A final limitation of our model comes from the partial f-test comparing our current model the BIC recommended model. The significant p-value indicated that there were betas in the BIC model that were not equal to 0, but we decided to proceed with six fewer betas because the cost was only 0.0053 on the model's adjusted $R^2$. Picking the best subset of predictors in a model is not a perfect art, and it requires some human input to weigh the benefits and costs[5].
Overall, we are satisfied with the model that we produced to predict winning percentage in college basketball based on game statistics.
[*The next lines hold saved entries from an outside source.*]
def test_layer_at_interfaces_belong_to_the_layer_above():
    sp = Snowpack((Layer(0.5, 200.0), Layer(1.0, 300.0), Layer(0.5, 400.0)))
    assert sp.layer_index(0.0) == 0
    assert sp.layer_index(0.5) == 0
    assert sp.layer_index(0.5001) == 1
    assert sp.layer_index(1.5) == 1
    assert sp.layer_index(2.0) == 2
    assert sp.layer_at(1.7).density_kg_m3 == 400.0
    with pytest.raises(ValueError, match=r"depth_m = 2.1 m is outside the allowed range \[0, 2\]"):
        sp.layer_at(2.1)


def test_with_ice_crust_splits_a_layer_and_keeps_the_depth():
    sp = Snowpack((Layer(0.6, 200.0), Layer(1.4, 330.0)), temperature_c=-6.0)
    out = sp.with_ice_crust(0.45, 0.02, 870.0)
    assert [(round(x.thickness_m, 12), x.density_kg_m3, x.ice_crust) for x in out.layers] == [
        (0.45, 200.0, False), (0.02, 870.0, True), (0.13, 200.0, False), (1.4, 330.0, False)]
    assert out.depth_m == pytest.approx(sp.depth_m, abs=1e-12)
    assert out.temperature_c == -6.0
    assert sp.layers[0].thickness_m == 0.6  # the original is untouched


def test_with_ice_crust_across_an_interface_at_top_and_at_bottom():
    sp = Snowpack((Layer(0.6, 200.0), Layer(1.4, 330.0)))
    across = sp.with_ice_crust(0.55, 0.1)
    assert [round(x.thickness_m, 12) for x in across.layers] == [0.55, 0.1, 1.35]
    assert across.layers[1].ice_crust and across.layers[1].density_kg_m3 == 850.0
    surface = sp.with_ice_crust(0.0, 0.03)
    assert surface.layers[0].ice_crust and round(surface.layers[1].thickness_m, 12) == 0.57
    bottom = sp.with_ice_crust(1.97, 0.03)
    assert bottom.layers[-1].ice_crust and len(bottom.layers) == 3
    near_top = sp.with_ice_crust(0.1, 0.02)
    assert [round(x.thickness_m, 12) for x in near_top.layers] == [0.1, 0.02, 0.48, 1.4]
    whole = Snowpack((Layer(0.02, 300.0), Layer(1.0, 300.0))).with_ice_crust(0.0, 0.02)
    assert len(whole.layers) == 2 and whole.layers[0].ice_crust
    with pytest.raises(ValueError, match="below the 2 m snowpack"):
        sp.with_ice_crust(1.99, 0.05)
    with pytest.raises(ValueError, match="too light for an ice crust"):
        sp.with_ice_crust(0.5, 0.02, density_kg_m3=300.0)


def test_snowpack_materials_are_the_snow_models_of_each_layer():
    from snowprobe_widgets import materials

    sp = Snowpack((Layer(0.5, 200.0), Layer(1.0, 400.0, lwc_percent=3.0)))
    f = np.array([2e8, 8e8, 2e9])
    mats = sp.materials()
    assert len(mats) == 2
    for mat, layer in zip(mats, sp.layers, strict=True):
        expected = materials.snow(layer.density_kg_m3, layer.lwc_percent)
        np.testing.assert_allclose(mat.permittivity(f), expected.permittivity(f))


# --------------------------------------------------------------------------- Ground


def test_ground_kinds_and_material_dispatch():
    from snowprobe_widgets import materials

    f = np.array([5e8, 1e9])
    soil = Ground("soil", water_fraction=0.2)
    np.testing.assert_allclose(soil.material().permittivity(f),
                               materials.soil(0.2).permittivity(f))
    rock = Ground("rock", permittivity=7.0, conductivity_s_m=0.002)
    np.testing.assert_allclose(rock.material().permittivity(f),
                               materials.rock(7.0, 0.002).permittivity(f))
    with pytest.raises(ValueError, match=r"kind = 'clay' is not one of: 'soil', 'rock'"):
        Ground("clay")
    with pytest.raises(ValueError, match="water_fraction = 0.7"):
        Ground(water_fraction=0.7)


# --------------------------------------------------------------------------- Person


def test_person_defaults_and_posture_geometry():
    p = Person(3.0, 1.2)
    assert (p.offset_m, p.heading_deg, p.posture, p.height_m) == (0.0, 0.0, "lying_flat", 1.75)
    assert Person.kind == "person" and p.kind == "person"
    assert p.body_thickness_m == 0.25 and p.body_length_m == 1.75
    assert p.bottom_depth_m == pytest.approx(1.45)
    curled = dataclasses.replace(p, posture="curled")
    assert curled.body_thickness_m == 0.5
    assert curled.body_length_m == pytest.approx(0.875)
    assert curled.half_extent_m == pytest.approx(0.5 * math.hypot(0.875, 0.5))


def test_person_bad_values():
    with pytest.raises(ValueError, match=r"posture = 'sitting' is not one of: 'lying_flat'"):
        Person(1.0, 1.0, posture="sitting")
    with pytest.raises(ValueError, match=r"depth_m = -0.1 m is outside"):
        Person(1.0, -0.1)
    with pytest.raises(ValueError, match="fat_m = 0.2 m"):
        Person(1.0, 1.0, fat_m=0.2)
    with pytest.raises(ValueError, match="does not fit in half the 0.25 m body thickness"):
        Person(1.0, 1.0, clothing_m=0.05, fat_m=0.06, muscle_m=0.05)
    with pytest.raises(ValueError, match="label must be a string"):
        Person(1.0, 1.0, label=3)


def test_tissue_stack_is_clothing_skin_fat_over_muscle():
    from snowprobe_widgets import materials

    p = Person(0.0, 1.0, clothing_m=0.02, skin_m=0.002, fat_m=0.015)
    mats, thick = p.tissue_stack()
    assert thick == (0.02, 0.002, 0.015)
    assert len(mats) == len(thick) + 1
    f = np.array([1e9])
    for mat, ref in zip(mats, (materials.clothing(), materials.tissue("skin"),
                               materials.tissue("fat"), materials.tissue("muscle")),
                        strict=True):
        np.testing.assert_allclose(mat.permittivity(f), ref.permittivity(f))


# --------------------------------------------------------------------------- debris


def test_debris_kinds_and_depths():
    b = Boulder(1.0, 0.5, 0.6)
    assert b.kind == "boulder" and b.centre_depth_m == pytest.approx(0.8)
    assert b.bottom_depth_m == pytest.approx(1.1)
    br = Branch(1.0, 0.5, 0.2, 3.0)
    assert br.kind == "branch" and br.bottom_depth_m == pytest.approx(0.7)
    m = MetalPlate(1.0, 0.5, 1.7, 0.1, tilt_deg=30.0)
    assert m.kind == "metal" and m.label == "ski"
    assert m.bottom_depth_m == pytest.approx(0.5 + 1.7 * 0.5)
    assert m.centre_depth_m == pytest.approx(0.5 + 0.85 * 0.5)
    assert dataclasses.replace(m, tilt_deg=-30.0).bottom_depth_m == pytest.approx(1.35)


def test_debris_bad_values():
    with pytest.raises(ValueError, match=r"diameter_m = 6 m .*\[0.05, 5\]"):
        Boulder(0.0, 0.5, 6.0)
    with pytest.raises(ValueError, match=r"width_m = 0.5 m .*\[0.01, 0.3\]"):
        MetalPlate(0.0, 0.5, 0.3, 0.5)
    with pytest.raises(ValueError, match=r"tilt_deg = 95 deg"):
        MetalPlate(0.0, 0.5, 1.0, 0.1, tilt_deg=95.0)
    with pytest.raises(ValueError, match="frozen must be True or False"):
        Branch(0.0, 0.5, 0.1, 1.0, frozen="no")
    with pytest.raises(ValueError, match="water_fraction = 0.9"):
        Branch(0.0, 0.5, 0.1, 1.0, water_fraction=0.9)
Approximately 82% of the variation of winning percentage is accounted for by the model, and our model is backed by a respectable Kaggle ranking in the class. More evidence that our model is reasonable is that it performs about the same on the training and testing data implying that it is not overfitting to the training data. The difference in adjusted $R^2$ on the training data and the Kaggle score is 0.00267. One thing that we were surprised by with this project was the lack of transformations that helped the data because of how normal the variable data was.
# References
[1] Almohalwas, A., 2022. STAT 101 A Winter 2022 Kaggle Competition.
[2] ESPN, 2022. NCAA Tournament Bracket Challenge 2022 | ESPN. [online] ESPN. Available at: <https://fantasy.espn.com/tournament-challenge-bracket/2022/en/story?pageName=tcmen\rules> [Accessed 18 March 2022].
[3] Almohalwas, A., 2022. Predicting Winning Proportions | Kaggle. [online] Kaggle.com. Available at: <https://www.kaggle.com/c/predicting-winning-proportions/submissions> [Accessed 18 March 2022].
[4] Almohalwas, A., 2022. chapter 3 scanned notes and Examples updated.
[5] Sheather, S., 2009. A Modern Approach to Regression with R. Springer, pp.232-233.